• [Exercise material]
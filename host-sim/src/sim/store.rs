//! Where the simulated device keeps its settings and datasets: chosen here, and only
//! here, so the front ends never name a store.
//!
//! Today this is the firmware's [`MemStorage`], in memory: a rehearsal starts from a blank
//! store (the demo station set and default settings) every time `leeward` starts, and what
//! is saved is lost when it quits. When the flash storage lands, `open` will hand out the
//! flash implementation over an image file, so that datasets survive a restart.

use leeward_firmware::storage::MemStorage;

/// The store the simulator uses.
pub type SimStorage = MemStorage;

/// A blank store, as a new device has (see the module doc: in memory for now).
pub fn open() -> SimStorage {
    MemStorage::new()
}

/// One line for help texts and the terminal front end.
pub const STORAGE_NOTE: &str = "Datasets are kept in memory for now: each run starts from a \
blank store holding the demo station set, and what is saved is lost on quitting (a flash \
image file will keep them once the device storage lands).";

--

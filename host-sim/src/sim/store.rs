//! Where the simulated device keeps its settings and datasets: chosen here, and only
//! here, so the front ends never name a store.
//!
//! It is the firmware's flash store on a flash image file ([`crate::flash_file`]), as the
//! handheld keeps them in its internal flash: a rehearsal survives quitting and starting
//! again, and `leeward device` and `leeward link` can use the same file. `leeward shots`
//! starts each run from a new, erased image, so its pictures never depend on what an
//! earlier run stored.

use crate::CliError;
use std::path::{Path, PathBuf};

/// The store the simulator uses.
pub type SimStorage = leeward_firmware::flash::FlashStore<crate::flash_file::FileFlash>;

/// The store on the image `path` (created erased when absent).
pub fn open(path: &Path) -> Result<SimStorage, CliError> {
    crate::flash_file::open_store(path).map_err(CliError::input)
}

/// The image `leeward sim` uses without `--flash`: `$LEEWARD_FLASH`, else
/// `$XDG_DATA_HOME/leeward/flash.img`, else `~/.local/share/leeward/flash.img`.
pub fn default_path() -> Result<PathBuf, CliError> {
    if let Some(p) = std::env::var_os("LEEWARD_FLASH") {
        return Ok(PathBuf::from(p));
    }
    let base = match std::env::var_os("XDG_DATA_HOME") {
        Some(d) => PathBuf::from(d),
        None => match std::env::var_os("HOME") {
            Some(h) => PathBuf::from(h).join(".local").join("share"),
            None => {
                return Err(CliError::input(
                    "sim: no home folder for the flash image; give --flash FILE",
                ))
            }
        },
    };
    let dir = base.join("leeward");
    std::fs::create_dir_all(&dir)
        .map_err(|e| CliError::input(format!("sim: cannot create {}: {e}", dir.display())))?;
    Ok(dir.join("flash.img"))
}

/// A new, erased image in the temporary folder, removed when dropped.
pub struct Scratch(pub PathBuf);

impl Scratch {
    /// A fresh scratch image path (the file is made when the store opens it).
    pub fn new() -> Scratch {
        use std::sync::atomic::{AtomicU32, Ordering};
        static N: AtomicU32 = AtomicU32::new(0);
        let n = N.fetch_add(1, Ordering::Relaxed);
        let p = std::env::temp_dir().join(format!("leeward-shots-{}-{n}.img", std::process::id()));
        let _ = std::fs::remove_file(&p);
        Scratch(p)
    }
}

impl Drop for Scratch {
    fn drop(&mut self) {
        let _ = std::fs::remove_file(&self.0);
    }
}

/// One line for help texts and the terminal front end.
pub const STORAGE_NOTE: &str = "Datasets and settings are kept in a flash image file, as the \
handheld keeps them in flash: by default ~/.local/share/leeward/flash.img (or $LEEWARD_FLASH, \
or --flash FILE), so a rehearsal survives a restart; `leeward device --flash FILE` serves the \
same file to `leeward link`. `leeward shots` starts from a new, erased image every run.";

==

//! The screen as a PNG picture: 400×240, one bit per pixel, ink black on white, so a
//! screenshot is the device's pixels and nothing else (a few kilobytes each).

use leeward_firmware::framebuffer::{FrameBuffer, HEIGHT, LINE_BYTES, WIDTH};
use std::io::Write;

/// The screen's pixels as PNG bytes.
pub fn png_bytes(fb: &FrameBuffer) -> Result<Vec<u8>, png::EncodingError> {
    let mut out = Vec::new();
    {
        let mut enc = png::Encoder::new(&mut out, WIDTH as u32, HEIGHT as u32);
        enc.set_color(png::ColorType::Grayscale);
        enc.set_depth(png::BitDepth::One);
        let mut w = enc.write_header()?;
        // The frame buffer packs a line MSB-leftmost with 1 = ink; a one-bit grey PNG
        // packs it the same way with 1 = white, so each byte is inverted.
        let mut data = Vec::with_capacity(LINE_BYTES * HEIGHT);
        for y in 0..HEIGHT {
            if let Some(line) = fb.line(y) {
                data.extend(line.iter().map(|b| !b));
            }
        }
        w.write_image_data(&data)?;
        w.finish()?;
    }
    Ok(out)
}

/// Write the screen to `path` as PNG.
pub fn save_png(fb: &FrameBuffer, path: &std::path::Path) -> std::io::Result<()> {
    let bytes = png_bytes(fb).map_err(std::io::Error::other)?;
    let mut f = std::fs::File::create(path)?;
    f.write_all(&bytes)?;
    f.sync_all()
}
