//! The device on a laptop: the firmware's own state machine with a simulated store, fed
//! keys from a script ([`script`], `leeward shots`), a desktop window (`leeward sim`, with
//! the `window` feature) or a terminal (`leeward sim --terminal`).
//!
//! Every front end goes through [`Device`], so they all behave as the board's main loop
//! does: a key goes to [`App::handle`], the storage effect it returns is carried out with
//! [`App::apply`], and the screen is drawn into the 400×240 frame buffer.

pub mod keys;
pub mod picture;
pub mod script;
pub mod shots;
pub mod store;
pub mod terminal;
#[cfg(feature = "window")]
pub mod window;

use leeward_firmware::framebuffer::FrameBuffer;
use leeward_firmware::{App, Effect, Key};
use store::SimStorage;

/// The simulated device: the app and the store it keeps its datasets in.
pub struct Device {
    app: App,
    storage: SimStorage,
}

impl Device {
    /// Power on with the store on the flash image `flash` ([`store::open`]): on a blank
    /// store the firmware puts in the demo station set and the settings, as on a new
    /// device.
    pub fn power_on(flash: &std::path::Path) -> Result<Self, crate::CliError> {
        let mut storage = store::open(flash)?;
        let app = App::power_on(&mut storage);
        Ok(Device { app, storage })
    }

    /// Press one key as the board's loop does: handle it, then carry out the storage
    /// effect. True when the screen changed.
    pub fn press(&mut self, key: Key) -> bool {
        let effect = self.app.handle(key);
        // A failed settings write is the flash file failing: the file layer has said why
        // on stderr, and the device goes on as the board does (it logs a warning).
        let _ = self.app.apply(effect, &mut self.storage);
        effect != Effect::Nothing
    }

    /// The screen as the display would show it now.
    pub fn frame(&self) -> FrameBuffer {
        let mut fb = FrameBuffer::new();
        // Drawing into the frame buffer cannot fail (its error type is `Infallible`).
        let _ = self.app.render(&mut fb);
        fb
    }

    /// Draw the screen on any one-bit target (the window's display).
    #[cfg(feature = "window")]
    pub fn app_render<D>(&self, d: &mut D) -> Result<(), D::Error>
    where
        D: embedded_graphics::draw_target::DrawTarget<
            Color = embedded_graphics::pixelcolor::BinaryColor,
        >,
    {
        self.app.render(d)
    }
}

• [Exercise] Look above for the line containing "let mut fb = FrameBuffer::new();". Output from there through the line containing "D: embedded_graphics::draw_target::DrawTarget<", exactly and inclusively.

• [Response to the exercise]
        let mut fb = FrameBuffer::new();
        // Drawing into the frame buffer cannot fail (its error type is `Infallible`).
        let _ = self.app.render(&mut fb);
        fb
    }

    /// Draw the screen on any one-bit target (the window's display).
    #[cfg(feature = "window")]
    pub fn app_render<D>(&self, d: &mut D) -> Result<(), D::Error>
    where
        D: embedded_graphics::draw_target::DrawTarget<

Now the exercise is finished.